Directions: Output nothing but the lines from the first line of the entries to the line with "export class PersonRole", inclusive, exactly as they read.

Supplied records:
+===+
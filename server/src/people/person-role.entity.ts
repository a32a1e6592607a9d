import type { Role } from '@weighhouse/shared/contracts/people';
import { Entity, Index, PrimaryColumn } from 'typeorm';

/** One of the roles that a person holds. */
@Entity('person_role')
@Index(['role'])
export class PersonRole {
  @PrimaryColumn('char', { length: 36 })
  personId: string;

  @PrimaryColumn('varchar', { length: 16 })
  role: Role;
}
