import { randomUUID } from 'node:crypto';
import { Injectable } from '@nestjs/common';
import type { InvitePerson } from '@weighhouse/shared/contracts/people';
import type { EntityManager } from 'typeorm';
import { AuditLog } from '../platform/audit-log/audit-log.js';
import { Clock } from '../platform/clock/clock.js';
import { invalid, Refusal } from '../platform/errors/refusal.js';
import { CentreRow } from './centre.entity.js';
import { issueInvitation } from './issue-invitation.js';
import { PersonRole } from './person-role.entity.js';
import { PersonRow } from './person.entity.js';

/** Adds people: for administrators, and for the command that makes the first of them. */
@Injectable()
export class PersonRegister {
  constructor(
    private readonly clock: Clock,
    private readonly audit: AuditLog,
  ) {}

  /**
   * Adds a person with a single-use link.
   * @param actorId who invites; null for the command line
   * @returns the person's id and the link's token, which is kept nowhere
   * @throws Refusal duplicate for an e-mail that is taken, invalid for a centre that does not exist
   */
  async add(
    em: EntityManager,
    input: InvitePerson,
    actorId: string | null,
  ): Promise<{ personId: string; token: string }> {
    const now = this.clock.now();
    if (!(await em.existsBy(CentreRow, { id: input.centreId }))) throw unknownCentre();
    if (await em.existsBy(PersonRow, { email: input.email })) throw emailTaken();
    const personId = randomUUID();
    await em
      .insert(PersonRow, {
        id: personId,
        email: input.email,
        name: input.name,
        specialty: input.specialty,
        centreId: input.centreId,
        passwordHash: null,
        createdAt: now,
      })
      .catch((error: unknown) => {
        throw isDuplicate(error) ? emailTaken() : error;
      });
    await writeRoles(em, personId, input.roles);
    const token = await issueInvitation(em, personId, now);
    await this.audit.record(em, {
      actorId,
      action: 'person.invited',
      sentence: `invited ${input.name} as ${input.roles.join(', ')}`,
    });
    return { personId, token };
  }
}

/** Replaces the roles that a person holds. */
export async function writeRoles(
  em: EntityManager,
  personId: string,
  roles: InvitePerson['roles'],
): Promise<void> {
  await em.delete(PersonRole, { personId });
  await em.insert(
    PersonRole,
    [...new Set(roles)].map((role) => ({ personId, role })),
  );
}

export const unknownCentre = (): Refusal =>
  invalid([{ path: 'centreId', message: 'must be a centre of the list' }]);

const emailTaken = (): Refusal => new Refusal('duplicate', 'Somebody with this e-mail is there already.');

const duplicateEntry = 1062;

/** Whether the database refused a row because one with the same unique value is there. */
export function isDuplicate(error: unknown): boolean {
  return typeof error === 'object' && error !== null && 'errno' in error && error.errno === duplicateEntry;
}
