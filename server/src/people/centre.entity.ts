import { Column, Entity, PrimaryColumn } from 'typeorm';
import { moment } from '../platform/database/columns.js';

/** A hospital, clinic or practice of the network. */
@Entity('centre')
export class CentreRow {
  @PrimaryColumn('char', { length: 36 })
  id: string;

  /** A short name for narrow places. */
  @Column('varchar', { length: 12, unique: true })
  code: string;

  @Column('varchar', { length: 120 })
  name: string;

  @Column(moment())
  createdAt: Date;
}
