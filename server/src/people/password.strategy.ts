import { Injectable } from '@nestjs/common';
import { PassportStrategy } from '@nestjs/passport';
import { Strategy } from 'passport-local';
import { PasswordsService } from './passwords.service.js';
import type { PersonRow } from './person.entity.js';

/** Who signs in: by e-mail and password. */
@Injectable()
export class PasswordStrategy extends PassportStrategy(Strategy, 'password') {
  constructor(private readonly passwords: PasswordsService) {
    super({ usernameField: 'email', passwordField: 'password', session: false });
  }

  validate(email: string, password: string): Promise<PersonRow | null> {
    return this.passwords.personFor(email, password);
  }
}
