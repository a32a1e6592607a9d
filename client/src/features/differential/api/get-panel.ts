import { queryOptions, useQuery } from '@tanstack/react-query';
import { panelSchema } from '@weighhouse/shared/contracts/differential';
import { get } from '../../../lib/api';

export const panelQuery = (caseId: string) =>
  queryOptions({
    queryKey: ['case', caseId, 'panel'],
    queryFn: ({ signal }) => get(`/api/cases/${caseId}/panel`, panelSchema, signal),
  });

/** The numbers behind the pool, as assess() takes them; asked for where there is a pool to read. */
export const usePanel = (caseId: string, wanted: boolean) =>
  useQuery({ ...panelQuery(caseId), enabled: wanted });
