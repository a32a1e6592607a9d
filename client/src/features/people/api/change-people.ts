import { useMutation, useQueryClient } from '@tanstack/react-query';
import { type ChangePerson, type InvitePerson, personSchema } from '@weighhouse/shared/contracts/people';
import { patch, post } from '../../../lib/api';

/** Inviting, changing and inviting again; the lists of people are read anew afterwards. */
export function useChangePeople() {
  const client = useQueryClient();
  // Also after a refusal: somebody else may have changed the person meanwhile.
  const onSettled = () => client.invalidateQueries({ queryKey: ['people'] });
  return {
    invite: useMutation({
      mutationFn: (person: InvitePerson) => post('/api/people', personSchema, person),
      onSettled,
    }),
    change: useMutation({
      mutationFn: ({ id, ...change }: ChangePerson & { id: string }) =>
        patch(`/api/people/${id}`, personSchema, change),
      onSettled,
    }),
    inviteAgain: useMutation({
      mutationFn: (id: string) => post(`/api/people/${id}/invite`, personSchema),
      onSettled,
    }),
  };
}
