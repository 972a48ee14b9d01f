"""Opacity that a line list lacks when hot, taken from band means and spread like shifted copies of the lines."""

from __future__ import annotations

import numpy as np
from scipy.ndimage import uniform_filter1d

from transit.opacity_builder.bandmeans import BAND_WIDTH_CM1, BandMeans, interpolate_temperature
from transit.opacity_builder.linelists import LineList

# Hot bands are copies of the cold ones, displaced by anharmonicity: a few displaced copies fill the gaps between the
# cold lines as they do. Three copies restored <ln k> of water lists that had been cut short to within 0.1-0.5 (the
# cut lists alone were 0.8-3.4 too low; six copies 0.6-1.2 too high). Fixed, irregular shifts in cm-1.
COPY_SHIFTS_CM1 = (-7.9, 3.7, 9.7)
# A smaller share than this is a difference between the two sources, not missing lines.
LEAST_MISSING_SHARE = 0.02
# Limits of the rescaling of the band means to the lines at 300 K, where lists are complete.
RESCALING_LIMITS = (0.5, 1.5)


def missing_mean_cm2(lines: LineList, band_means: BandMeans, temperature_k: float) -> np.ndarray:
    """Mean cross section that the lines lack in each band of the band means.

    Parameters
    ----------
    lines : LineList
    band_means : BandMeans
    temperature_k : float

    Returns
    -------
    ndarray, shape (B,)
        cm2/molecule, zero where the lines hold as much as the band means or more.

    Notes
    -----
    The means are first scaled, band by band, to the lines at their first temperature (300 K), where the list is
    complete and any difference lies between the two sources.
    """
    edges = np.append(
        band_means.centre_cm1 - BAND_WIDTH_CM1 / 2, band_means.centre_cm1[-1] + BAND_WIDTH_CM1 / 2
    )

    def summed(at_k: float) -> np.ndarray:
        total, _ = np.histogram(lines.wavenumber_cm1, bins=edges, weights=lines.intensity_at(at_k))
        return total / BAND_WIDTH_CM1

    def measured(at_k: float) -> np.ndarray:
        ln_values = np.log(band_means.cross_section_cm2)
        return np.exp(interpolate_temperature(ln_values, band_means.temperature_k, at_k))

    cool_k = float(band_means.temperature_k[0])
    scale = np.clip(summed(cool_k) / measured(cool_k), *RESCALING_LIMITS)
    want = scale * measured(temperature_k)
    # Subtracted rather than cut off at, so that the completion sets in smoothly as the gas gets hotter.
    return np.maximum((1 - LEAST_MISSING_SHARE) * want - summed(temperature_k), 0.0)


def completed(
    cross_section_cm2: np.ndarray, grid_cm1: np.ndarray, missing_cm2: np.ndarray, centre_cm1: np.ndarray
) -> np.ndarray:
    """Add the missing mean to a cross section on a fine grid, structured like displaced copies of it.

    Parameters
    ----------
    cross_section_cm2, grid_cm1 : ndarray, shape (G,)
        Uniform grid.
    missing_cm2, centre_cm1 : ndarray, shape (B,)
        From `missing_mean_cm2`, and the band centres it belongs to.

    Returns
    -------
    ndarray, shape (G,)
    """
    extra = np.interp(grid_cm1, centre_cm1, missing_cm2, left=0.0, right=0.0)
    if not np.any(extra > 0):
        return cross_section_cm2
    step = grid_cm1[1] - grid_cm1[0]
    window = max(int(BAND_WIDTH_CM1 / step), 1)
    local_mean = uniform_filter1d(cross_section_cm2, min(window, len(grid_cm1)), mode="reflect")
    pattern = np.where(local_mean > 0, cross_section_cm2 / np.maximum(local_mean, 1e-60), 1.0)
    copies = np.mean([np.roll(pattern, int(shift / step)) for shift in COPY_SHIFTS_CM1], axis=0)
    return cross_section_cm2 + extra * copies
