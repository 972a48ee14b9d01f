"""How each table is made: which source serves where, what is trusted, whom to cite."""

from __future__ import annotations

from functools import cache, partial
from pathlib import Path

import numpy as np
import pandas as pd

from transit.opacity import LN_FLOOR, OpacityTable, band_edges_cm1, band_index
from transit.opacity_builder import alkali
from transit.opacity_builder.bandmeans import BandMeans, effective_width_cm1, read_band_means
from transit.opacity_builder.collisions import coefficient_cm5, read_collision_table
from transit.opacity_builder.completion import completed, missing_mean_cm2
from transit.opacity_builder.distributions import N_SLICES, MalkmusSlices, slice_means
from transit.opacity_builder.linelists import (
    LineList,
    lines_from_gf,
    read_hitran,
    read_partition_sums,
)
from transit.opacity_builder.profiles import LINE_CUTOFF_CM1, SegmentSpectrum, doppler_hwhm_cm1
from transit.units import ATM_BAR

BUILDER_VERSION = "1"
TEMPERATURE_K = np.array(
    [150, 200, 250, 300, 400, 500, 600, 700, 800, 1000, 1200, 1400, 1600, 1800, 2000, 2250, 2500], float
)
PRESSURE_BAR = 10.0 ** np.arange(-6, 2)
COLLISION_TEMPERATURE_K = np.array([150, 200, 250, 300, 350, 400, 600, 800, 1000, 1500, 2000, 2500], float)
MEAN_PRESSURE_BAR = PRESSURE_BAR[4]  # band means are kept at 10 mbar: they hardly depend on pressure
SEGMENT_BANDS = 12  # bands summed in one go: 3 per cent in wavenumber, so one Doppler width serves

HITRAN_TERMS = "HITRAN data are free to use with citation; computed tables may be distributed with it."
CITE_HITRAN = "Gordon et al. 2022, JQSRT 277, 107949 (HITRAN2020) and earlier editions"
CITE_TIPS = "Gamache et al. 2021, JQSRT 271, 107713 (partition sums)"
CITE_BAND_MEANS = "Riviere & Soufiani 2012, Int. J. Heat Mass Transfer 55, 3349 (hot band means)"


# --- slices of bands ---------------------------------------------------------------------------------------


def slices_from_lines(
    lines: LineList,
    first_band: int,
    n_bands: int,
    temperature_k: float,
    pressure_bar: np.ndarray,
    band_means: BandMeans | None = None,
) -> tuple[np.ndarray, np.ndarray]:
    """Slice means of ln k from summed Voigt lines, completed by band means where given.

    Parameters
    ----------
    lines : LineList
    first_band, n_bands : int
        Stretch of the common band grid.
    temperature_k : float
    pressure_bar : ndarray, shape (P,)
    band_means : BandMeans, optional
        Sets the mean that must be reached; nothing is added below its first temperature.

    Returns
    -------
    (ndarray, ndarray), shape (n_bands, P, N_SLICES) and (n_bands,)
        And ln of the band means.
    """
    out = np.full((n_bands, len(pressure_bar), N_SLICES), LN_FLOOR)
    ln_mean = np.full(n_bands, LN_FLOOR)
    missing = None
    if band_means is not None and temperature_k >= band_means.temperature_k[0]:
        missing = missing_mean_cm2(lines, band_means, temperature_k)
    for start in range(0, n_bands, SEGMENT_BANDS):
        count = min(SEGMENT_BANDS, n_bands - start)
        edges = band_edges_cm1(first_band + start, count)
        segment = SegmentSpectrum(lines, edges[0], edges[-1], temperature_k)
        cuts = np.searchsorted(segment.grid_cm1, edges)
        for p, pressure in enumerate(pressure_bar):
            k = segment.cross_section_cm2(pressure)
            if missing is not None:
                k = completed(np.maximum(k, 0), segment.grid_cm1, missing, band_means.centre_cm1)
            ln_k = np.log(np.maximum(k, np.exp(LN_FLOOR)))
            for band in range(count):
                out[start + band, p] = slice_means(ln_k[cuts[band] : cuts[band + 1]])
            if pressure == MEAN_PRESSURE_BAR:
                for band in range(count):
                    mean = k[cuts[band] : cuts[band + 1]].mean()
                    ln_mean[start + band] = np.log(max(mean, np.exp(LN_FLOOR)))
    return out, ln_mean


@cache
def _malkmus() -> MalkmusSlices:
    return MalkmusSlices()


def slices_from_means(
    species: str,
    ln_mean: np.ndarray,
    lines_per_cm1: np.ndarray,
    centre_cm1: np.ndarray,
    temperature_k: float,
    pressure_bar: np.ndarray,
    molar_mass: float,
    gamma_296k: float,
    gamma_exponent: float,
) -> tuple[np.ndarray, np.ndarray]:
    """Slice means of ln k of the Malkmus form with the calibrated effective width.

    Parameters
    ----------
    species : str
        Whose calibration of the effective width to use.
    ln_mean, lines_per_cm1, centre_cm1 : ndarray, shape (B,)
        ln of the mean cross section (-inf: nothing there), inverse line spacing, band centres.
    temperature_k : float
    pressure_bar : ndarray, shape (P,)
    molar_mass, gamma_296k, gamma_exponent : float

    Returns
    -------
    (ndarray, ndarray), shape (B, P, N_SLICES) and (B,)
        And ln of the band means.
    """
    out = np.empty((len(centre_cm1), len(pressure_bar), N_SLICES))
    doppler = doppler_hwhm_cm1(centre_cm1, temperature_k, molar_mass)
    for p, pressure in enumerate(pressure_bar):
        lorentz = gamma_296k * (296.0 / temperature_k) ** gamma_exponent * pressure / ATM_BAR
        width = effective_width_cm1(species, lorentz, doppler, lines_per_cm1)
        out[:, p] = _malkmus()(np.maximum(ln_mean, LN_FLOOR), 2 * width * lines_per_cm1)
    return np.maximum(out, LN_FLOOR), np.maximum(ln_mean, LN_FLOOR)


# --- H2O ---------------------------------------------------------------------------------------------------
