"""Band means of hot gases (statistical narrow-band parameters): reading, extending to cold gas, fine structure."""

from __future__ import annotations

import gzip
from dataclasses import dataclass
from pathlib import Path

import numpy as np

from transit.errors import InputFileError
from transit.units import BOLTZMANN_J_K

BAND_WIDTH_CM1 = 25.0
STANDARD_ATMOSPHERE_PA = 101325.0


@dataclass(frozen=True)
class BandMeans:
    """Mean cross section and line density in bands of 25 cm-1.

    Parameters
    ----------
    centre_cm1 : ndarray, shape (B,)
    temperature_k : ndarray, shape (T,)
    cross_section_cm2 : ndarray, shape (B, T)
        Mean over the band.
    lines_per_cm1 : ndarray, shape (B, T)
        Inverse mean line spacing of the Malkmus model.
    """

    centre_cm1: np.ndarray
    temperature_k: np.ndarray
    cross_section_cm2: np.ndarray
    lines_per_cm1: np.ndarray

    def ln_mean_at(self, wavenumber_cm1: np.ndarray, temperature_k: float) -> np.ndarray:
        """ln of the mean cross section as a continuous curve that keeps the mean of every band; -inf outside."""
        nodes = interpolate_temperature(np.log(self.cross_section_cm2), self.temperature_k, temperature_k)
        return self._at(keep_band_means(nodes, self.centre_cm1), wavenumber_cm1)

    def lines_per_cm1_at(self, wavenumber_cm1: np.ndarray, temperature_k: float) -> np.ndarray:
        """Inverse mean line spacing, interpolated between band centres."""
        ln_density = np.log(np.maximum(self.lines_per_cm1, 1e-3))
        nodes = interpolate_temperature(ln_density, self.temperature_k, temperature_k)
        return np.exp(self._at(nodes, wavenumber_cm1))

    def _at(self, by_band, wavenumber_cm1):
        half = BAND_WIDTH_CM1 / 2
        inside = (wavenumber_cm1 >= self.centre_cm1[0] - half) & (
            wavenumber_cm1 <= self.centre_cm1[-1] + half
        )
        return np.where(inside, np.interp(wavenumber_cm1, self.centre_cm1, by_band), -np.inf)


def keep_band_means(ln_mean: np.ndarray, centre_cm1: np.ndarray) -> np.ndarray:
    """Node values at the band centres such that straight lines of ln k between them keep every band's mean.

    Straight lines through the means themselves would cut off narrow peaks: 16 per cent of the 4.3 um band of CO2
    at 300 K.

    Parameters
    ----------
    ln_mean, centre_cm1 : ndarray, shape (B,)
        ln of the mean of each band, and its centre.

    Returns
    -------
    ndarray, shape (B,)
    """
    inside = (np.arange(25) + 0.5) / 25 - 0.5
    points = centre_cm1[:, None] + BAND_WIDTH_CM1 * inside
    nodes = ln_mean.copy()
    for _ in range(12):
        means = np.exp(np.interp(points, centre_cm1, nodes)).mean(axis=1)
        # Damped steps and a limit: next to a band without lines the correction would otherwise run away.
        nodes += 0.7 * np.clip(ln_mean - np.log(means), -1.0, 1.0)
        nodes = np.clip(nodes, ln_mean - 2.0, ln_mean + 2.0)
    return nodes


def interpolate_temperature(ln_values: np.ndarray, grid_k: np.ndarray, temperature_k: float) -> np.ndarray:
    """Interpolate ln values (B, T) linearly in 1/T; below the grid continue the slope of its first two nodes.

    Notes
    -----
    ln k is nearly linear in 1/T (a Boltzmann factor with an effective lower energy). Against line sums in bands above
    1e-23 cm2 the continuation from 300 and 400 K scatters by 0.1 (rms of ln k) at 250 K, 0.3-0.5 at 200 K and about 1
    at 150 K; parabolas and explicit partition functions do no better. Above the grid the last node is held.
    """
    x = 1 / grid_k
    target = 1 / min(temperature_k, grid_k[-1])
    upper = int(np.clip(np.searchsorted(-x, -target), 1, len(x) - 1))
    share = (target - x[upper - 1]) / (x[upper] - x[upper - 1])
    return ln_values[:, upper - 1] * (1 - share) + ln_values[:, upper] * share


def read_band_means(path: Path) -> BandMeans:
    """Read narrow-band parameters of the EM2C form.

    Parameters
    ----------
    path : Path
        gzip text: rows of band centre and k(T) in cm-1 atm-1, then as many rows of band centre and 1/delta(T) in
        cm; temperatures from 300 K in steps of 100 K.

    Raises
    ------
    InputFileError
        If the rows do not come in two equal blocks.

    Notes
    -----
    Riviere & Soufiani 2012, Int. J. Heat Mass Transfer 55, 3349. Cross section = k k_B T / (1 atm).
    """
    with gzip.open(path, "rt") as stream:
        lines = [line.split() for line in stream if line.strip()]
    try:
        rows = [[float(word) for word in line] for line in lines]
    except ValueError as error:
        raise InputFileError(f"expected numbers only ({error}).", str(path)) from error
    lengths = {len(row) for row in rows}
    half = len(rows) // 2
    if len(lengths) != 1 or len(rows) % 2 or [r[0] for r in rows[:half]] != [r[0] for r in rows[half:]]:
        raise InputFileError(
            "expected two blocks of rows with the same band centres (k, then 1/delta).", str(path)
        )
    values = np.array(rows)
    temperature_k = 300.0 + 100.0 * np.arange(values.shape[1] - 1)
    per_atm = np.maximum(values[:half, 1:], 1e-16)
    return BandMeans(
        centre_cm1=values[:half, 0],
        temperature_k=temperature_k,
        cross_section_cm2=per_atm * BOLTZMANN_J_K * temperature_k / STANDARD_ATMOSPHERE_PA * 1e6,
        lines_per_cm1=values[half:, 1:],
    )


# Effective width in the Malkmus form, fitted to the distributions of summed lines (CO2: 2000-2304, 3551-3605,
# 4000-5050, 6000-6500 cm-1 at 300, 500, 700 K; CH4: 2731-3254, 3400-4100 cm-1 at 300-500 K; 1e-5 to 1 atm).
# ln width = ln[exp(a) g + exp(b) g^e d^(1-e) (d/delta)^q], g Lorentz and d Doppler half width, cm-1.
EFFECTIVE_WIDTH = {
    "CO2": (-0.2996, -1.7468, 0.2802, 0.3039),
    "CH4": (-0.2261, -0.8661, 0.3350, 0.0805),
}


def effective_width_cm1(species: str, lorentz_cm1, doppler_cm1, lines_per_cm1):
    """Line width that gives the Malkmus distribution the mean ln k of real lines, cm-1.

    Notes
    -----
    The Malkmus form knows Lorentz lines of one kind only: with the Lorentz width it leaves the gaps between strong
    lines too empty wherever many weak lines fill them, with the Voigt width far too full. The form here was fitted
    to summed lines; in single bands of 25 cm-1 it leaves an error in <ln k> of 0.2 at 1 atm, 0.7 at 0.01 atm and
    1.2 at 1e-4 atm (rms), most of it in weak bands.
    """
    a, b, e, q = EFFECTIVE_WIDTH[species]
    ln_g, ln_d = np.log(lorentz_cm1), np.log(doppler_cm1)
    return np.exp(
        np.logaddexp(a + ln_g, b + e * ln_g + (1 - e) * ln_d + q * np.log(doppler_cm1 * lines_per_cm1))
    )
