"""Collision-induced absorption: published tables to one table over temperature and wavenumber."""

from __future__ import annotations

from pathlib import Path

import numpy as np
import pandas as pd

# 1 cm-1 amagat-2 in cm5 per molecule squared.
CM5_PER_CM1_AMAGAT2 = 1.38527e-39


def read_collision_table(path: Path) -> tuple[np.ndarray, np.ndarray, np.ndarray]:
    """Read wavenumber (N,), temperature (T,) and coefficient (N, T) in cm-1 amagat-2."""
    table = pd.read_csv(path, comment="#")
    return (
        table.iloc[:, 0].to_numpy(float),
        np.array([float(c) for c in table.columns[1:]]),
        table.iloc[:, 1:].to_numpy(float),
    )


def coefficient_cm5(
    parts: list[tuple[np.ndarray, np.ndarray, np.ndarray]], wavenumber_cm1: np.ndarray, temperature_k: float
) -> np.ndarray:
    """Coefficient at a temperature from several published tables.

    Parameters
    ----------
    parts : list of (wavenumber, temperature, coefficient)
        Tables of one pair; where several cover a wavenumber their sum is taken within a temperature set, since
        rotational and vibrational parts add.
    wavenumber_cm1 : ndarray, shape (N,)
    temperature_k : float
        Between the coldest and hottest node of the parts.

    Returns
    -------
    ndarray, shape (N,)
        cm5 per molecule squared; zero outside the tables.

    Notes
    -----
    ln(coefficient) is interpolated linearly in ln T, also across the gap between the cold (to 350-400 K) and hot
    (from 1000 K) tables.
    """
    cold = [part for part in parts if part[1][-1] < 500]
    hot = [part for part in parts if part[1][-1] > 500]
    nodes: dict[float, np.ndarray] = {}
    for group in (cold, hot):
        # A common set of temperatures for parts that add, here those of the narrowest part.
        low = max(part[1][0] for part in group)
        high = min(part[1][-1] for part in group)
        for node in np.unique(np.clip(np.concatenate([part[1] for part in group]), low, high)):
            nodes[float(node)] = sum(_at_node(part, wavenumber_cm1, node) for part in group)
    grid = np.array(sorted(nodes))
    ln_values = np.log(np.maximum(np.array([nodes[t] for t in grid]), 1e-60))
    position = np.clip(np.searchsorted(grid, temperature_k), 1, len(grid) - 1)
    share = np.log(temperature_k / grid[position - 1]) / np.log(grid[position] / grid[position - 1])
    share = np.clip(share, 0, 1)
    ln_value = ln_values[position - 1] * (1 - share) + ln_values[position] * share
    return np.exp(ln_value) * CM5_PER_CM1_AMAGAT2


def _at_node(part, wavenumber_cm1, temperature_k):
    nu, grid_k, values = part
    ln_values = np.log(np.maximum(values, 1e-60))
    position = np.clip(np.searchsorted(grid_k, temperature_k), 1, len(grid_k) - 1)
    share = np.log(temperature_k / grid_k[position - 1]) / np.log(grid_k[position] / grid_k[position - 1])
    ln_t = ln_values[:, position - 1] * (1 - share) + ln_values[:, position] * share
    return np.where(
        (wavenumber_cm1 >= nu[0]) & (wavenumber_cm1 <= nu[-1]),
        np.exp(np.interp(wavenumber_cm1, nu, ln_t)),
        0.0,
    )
+===+
Solution for this problem:
filename server/src/people/person-role.entity.ts
repository a32a1e6592607a9d
import type { Role } from '@weighhouse/shared/contracts/people';
import { Entity, Index, PrimaryColumn } from 'typeorm';

/** One of the roles that a person holds. */
@Entity('person_role')
@Index(['role'])
export class PersonRole {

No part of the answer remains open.